Restate the entries word for word, leaving nothing out.

═══ Source material

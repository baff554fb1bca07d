/** How a chart of staves is scaled: the same for every plate at a height, so that only the staves move. */
export interface Scale {
  /** rows of the chart */
  height: number
  /** per cent of the pattern that a row stands for */
  rowValue: number
  /** the row of the 100 line, 0 at the bottom; 100 is in its middle, where a terminal draws a line */
  row100: number
}

/** The scale reaches at least this, % of the pattern; longer staves end in an arrow, with their figure below. */
const REACH = 138

/**
 * The scale of a chart of so many rows. 100 % always falls on the middle of a row.
 *
 * @example scaleOf(9) has rows of 18.2 % and its 100 line in row 5
 */
export function scaleOf(height: number): Scale {
  const row100 = Math.max(0, Math.floor((height * 100) / REACH - 0.5))
  return { height, rowValue: 100 / (row100 + 0.5), row100 }
}

/** The row in which a value lies, within the chart. A value on the border of two rows is in the lower one. */
export function rowOf(value: number, { height, rowValue }: Scale): number {
  return Math.min(height - 1, Math.max(0, Math.ceil(value / rowValue - 1e-9) - 1))
}
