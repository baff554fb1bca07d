import { STAVE_MEMBERS, STAVES } from './amino-acids.ts'
import type { Pattern } from './pattern.ts'
import type { Portion } from './protein-source.ts'
import { crudeProteinOf } from './staves.ts'

/**
 * Protein digestibility-corrected amino acid score in per cent, truncated at 100: the amino acid score of the
 * mixture (total, not digestible, amino acids) times its protein's true faecal digestibility, weighted by protein.
 * `null` for a plate without protein. Source: FAO Food and Nutrition Paper 51 (1991); the pattern there is that
 * of children of 2-5 years.
 */
export function pdcaasOf(portions: readonly Portion[], pattern: Pattern): number | null {
  const proteinG = crudeProteinOf(portions)
  if (!(proteinG > 0)) return null
  let digestedG = 0
  for (const { food, grams } of portions) {
    digestedG += (grams / 100) * food.per100g.crudeProteinG * food.digestibility.proteinFaecal
  }
  const score = Math.min(
    ...STAVES.map(stave => {
      let mg = 0
      for (const { food, grams } of portions) {
        for (const aminoAcid of STAVE_MEMBERS[stave]) {
          mg += (grams / 100) * food.per100g.crudeProteinG * food.aminoMgPerG[aminoAcid]
        }
      }
      return mg / (proteinG * pattern.mgPerG[stave])
    }),
  )
  return Math.min(100, (100 * score * digestedG) / proteinG)
}
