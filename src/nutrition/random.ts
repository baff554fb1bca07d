/**
 * A small seeded generator (mulberry32, public domain algorithm): the same seed gives the same draws everywhere,
 * so that a band can be checked again. Returns numbers in [0, 1).
 */
export function seededUniform(seed: number): () => number {
  let state = seed >>> 0
  return () => {
    state = (state + 0x6d2b79f5) >>> 0
    let t = state
    t = Math.imul(t ^ (t >>> 15), t | 1)
    t ^= t + Math.imul(t ^ (t >>> 7), t | 61)
    return ((t ^ (t >>> 14)) >>> 0) / 4294967296
  }
}

/** Standard normal draws by the Box-Muller transform (Annals of Mathematical Statistics, 1958). */
export function seededNormals(seed: number, count: number): Float64Array {
  const uniform = seededUniform(seed)
  const normals = new Float64Array(count)
  for (let i = 0; i < count; i += 2) {
    const radius = Math.sqrt(-2 * Math.log(1 - uniform()))
    const angle = 2 * Math.PI * uniform()
    normals[i] = radius * Math.cos(angle)
    if (i + 1 < count) normals[i + 1] = radius * Math.sin(angle)
  }
  return normals
}

/** A 32-bit seed from a text (FNV-1a). */
export function seedOf(text: string): number {
  let hash = 0x811c9dc5
  for (let i = 0; i < text.length; i++) hash = Math.imul(hash ^ text.charCodeAt(i), 0x01000193)
  return hash >>> 0
}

══════

### [Exercise answer]
repository baff554fb1bca07d
/** How a chart of staves is scaled: the same for every plate at a height, so that only the staves move. */
export interface Scale {
  /** rows of the chart */
  height: number
  /** per cent of the pattern that a row stands for */
  rowValue: number
  /** the row of the 100 line, 0 at the bottom; 100 is in its middle, where a terminal draws a line */
  row100: number
}

/** The scale reaches at least this, % of the pattern; longer staves end in an arrow, with their figure below. */
const REACH = 138

/**
 * The scale of a chart of so many rows. 100 % always falls on the middle of a row.
 *
 * @example scaleOf(9) has rows of 18.2 % and its 100 line in row 5
 */
export function scaleOf(height: number): Scale {
  const row100 = Math.max(0, Math.floor((height * 100) / REACH - 0.5))
  return { height, rowValue: 100 / (row100 + 0.5), row100 }
}

/** The row in which a value lies, within the chart. A value on the border of two rows is in the lower one. */
export function rowOf(value: number, { height, rowValue }: Scale): number {
  return Math.min(height - 1, Math.max(0, Math.ceil(value / rowValue - 1e-9) - 1))
}
repository baff554fb1bca07d
import { STAVE_MEMBERS, STAVES } from './amino-acids.ts'
import type { Pattern } from './pattern.ts'
import type { Portion } from './protein-source.ts'
import { crudeProteinOf } from './staves.ts'

/**
 * Protein digestibility-corrected amino acid score in per cent, truncated at 100: the amino acid score of the
 * mixture (total, not digestible, amino acids) times its protein's true faecal digestibility, weighted by protein.
 * `null` for a plate without protein. Source: FAO Food and Nutrition Paper 51 (1991); the pattern there is that
 * of children of 2-5 years.
 */
export function pdcaasOf(portions: readonly Portion[], pattern: Pattern): number | null {
  const proteinG = crudeProteinOf(portions)
  if (!(proteinG > 0)) return null
  let digestedG = 0
  for (const { food, grams } of portions) {
    digestedG += (grams / 100) * food.per100g.crudeProteinG * food.digestibility.proteinFaecal
  }
  const score = Math.min(
    ...STAVES.map(stave => {
      let mg = 0
      for (const { food, grams } of portions) {
        for (const aminoAcid of STAVE_MEMBERS[stave]) {
          mg += (grams / 100) * food.per100g.crudeProteinG * food.aminoMgPerG[aminoAcid]
        }
      }
      return mg / (proteinG * pattern.mgPerG[stave])
    }),
  )
  return Math.min(100, (100 * score * digestedG) / proteinG)
}
filename src/nutrition/random.ts
repository baff554fb1bca07d
/**
 * A small seeded generator (mulberry32, public domain algorithm): the same seed gives the same draws everywhere,
 * so that a band can be checked again. Returns numbers in [0, 1).
 */
export function seededUniform(seed: number): () => number {
  let state = seed >>> 0
  return () => {
    state = (state + 0x6d2b79f5) >>> 0
    let t = state
    t = Math.imul(t ^ (t >>> 15), t | 1)
    t ^= t + Math.imul(t ^ (t >>> 7), t | 61)
    return ((t ^ (t >>> 14)) >>> 0) / 4294967296
  }
}

/** Standard normal draws by the Box-Muller transform (Annals of Mathematical Statistics, 1958). */
export function seededNormals(seed: number, count: number): Float64Array {
  const uniform = seededUniform(seed)
  const normals = new Float64Array(count)
  for (let i = 0; i < count; i += 2) {
    const radius = Math.sqrt(-2 * Math.log(1 - uniform()))
    const angle = 2 * Math.PI * uniform()
    normals[i] = radius * Math.cos(angle)
    if (i + 1 < count) normals[i + 1] = radius * Math.sin(angle)
  }
  return normals
}

/** A 32-bit seed from a text (FNV-1a). */
export function seedOf(text: string): number {
  let hash = 0x811c9dc5
  for (let i = 0; i < text.length; i++) hash = Math.imul(hash ^ text.charCodeAt(i), 0x01000193)
  return hash >>> 0
}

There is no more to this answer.